- [HOW TO COMPLETE THIS TASK] Find the word "remarks" in the listing, and copy out each line where it turns up.

______________________________

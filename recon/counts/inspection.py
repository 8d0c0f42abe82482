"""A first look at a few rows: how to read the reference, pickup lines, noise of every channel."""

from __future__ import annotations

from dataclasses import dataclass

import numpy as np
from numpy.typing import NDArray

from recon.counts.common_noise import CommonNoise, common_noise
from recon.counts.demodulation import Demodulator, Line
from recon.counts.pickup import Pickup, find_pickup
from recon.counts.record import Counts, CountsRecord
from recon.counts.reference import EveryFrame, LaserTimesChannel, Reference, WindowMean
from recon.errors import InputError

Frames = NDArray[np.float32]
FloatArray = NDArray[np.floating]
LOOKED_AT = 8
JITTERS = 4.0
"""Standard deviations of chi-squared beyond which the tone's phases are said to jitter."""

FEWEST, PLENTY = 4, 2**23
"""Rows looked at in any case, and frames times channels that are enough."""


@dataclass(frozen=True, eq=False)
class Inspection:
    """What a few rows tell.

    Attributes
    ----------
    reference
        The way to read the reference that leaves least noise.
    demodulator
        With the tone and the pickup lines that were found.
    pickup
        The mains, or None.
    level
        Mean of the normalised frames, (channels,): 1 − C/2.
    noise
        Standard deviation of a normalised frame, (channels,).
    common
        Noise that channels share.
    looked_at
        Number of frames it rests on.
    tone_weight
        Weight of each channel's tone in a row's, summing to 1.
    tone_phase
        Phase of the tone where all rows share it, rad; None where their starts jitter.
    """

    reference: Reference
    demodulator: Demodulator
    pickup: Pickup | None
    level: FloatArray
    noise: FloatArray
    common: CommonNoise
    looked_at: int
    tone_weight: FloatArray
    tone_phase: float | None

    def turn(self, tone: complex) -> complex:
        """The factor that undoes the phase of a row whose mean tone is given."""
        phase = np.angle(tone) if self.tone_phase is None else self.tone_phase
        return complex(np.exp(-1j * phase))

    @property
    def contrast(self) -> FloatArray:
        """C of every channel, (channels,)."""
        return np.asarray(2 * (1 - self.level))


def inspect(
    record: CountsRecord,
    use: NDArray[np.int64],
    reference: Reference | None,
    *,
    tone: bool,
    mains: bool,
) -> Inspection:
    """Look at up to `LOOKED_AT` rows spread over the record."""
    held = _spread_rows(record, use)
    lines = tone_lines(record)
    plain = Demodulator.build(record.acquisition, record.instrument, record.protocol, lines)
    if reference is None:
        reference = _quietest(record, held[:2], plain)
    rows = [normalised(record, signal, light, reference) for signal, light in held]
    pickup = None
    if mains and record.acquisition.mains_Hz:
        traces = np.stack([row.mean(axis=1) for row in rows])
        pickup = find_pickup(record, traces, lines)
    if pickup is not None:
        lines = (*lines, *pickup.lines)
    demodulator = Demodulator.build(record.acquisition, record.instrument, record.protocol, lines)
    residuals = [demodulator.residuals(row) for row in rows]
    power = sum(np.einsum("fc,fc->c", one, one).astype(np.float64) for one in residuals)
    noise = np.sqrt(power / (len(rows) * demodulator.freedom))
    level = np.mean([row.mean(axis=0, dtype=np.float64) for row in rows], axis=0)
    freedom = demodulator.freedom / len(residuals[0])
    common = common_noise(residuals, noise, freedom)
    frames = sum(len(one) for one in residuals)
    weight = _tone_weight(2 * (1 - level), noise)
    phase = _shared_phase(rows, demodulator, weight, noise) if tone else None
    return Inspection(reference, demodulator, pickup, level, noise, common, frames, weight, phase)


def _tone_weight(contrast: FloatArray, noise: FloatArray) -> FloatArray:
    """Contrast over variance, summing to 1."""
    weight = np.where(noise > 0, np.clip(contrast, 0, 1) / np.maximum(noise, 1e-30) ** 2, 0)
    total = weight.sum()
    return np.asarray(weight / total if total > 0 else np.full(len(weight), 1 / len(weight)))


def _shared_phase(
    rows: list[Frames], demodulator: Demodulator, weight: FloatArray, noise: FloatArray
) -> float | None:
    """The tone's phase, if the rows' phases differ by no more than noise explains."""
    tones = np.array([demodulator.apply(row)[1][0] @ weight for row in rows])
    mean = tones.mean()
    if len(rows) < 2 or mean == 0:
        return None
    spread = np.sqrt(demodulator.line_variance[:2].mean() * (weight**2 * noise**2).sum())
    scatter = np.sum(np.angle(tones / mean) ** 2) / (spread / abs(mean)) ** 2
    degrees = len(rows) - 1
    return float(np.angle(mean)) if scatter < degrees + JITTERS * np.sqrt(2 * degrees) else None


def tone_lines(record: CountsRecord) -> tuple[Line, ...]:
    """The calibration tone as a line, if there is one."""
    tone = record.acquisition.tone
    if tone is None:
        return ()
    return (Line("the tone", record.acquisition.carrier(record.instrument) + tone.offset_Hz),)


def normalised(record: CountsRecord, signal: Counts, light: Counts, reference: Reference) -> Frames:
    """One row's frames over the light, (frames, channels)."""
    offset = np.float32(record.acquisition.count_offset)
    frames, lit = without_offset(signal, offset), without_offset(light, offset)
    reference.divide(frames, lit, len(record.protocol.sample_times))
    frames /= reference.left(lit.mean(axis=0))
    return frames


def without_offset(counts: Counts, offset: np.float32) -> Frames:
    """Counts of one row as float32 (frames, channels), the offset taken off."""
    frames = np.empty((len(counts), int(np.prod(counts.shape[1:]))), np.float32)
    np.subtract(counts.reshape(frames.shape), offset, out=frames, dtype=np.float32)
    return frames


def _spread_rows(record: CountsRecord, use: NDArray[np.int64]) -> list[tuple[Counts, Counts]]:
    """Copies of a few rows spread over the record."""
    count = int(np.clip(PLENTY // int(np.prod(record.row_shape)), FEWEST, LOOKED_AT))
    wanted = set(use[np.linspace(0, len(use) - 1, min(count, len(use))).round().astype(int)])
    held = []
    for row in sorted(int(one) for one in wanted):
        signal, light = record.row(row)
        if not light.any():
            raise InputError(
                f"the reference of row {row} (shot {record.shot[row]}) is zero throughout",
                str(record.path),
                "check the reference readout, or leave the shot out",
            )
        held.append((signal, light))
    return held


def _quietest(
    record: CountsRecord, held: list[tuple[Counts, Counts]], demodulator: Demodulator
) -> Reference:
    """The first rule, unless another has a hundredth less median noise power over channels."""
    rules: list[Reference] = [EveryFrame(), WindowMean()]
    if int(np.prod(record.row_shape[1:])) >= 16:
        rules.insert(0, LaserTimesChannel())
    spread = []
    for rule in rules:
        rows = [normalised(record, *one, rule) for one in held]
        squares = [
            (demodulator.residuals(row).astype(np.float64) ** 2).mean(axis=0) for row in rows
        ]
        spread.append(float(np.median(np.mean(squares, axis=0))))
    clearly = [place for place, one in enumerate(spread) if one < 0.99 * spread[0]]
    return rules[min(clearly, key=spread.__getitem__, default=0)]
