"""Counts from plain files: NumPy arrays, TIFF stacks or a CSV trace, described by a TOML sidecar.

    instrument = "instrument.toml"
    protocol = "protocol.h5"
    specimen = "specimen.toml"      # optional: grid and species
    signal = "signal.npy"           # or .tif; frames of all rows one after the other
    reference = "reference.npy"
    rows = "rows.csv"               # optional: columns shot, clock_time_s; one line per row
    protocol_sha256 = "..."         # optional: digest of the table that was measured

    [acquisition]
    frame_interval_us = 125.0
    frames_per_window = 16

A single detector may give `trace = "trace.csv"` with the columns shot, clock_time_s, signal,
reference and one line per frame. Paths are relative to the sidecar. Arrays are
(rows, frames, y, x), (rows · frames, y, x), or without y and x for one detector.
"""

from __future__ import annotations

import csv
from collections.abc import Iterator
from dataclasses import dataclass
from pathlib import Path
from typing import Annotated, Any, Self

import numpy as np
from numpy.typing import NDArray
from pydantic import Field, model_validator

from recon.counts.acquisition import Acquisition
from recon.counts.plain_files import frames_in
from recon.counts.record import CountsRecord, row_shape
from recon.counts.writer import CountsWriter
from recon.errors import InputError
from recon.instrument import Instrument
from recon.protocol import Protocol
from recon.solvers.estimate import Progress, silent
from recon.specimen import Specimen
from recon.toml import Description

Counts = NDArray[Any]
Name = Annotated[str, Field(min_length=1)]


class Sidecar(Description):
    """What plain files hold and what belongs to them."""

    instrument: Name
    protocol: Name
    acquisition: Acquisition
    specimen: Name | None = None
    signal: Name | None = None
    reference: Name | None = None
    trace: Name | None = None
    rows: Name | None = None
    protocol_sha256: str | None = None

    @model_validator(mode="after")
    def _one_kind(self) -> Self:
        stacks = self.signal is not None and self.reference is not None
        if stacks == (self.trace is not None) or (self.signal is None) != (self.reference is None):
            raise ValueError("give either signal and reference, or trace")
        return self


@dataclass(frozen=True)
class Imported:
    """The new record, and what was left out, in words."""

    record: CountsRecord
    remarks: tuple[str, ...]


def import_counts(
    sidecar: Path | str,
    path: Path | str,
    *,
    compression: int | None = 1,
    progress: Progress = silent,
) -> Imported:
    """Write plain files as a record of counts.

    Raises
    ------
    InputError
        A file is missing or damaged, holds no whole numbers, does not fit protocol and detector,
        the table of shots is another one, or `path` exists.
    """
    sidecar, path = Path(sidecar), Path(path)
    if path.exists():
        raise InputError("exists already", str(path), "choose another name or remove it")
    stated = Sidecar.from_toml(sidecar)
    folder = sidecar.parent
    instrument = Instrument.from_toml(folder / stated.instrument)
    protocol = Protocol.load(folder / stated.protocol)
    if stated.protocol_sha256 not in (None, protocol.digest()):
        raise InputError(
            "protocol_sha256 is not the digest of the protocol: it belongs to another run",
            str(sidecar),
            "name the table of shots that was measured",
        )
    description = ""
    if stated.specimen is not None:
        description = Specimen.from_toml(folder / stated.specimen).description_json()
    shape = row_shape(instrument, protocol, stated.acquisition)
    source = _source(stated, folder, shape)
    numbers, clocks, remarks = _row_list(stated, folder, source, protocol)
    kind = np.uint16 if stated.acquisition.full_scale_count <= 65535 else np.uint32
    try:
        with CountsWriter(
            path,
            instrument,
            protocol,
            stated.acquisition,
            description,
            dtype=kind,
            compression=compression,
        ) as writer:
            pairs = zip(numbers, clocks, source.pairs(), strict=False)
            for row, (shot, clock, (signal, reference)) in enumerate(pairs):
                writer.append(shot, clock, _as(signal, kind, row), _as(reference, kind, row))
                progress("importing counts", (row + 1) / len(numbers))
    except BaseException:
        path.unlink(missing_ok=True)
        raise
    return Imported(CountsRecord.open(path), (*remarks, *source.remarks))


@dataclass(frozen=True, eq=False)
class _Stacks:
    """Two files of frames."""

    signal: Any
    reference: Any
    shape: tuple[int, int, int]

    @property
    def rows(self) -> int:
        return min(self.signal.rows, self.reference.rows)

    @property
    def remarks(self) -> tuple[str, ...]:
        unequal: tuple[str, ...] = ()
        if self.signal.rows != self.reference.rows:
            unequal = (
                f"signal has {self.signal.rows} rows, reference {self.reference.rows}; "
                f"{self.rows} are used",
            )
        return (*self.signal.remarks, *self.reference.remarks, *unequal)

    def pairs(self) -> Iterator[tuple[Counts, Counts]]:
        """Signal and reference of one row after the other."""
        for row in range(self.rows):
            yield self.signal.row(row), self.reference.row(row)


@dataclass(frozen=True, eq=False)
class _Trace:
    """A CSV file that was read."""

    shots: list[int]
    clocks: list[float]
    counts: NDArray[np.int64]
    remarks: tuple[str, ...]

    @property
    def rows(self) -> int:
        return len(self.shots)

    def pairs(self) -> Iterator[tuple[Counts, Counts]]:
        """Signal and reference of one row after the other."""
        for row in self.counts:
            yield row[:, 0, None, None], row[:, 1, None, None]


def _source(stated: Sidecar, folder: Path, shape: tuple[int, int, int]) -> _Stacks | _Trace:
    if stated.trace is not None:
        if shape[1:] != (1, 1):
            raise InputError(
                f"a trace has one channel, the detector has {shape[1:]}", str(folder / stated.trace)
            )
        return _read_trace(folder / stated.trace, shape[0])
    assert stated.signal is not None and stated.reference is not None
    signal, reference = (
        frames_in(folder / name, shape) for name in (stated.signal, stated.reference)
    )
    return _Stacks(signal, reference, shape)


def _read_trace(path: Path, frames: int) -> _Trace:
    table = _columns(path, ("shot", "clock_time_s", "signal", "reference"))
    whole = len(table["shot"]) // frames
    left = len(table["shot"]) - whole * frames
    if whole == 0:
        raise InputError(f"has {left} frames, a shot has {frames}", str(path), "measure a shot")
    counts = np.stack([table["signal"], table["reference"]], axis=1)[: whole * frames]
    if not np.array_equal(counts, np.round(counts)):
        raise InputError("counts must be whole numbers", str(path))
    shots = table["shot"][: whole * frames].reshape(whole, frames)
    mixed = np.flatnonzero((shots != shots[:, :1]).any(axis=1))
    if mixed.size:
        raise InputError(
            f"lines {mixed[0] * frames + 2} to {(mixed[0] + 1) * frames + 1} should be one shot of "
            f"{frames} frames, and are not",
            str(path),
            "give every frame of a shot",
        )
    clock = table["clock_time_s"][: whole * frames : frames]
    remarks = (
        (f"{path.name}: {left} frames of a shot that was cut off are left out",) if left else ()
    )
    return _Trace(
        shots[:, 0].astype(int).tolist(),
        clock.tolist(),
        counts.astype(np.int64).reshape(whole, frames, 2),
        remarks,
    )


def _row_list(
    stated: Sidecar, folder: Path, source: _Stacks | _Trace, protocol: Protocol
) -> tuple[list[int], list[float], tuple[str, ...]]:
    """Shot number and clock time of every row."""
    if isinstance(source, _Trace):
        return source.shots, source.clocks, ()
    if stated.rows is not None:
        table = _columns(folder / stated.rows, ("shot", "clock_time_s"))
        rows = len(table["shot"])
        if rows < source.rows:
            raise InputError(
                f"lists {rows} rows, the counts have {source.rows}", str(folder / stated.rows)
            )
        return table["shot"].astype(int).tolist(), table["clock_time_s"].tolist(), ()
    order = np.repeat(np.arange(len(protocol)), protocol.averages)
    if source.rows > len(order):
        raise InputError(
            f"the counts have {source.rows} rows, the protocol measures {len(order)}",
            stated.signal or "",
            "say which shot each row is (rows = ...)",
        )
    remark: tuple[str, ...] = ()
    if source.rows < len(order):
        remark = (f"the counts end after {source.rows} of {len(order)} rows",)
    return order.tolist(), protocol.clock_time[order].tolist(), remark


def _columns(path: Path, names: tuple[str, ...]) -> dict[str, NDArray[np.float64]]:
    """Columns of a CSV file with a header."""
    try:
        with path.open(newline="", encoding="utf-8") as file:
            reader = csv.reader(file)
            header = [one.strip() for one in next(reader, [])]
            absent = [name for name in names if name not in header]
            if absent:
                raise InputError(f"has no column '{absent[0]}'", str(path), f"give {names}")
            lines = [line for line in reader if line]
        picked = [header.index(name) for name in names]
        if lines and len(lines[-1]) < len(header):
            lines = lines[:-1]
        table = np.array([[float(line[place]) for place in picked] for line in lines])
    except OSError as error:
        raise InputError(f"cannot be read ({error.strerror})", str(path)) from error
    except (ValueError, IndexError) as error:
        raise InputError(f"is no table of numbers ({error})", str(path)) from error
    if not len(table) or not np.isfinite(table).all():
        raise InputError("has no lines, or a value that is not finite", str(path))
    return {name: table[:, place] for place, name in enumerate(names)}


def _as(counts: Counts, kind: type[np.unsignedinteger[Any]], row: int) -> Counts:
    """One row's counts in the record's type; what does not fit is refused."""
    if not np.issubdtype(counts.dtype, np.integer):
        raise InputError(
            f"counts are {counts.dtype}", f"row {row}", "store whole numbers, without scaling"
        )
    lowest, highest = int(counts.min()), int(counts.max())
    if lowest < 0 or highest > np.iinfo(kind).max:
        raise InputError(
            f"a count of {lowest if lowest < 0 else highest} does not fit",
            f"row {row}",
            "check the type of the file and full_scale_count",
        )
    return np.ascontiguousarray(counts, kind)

______________________________

- [SOLUTION TO THIS PROBLEM]
    remarks: tuple[str, ...]
    numbers, clocks, remarks = _row_list(stated, folder, source, protocol)
    return Imported(CountsRecord.open(path), (*remarks, *source.remarks))
    def remarks(self) -> tuple[str, ...]:
        return (*self.signal.remarks, *self.reference.remarks, *unequal)
    remarks: tuple[str, ...]
    remarks = (
        remarks,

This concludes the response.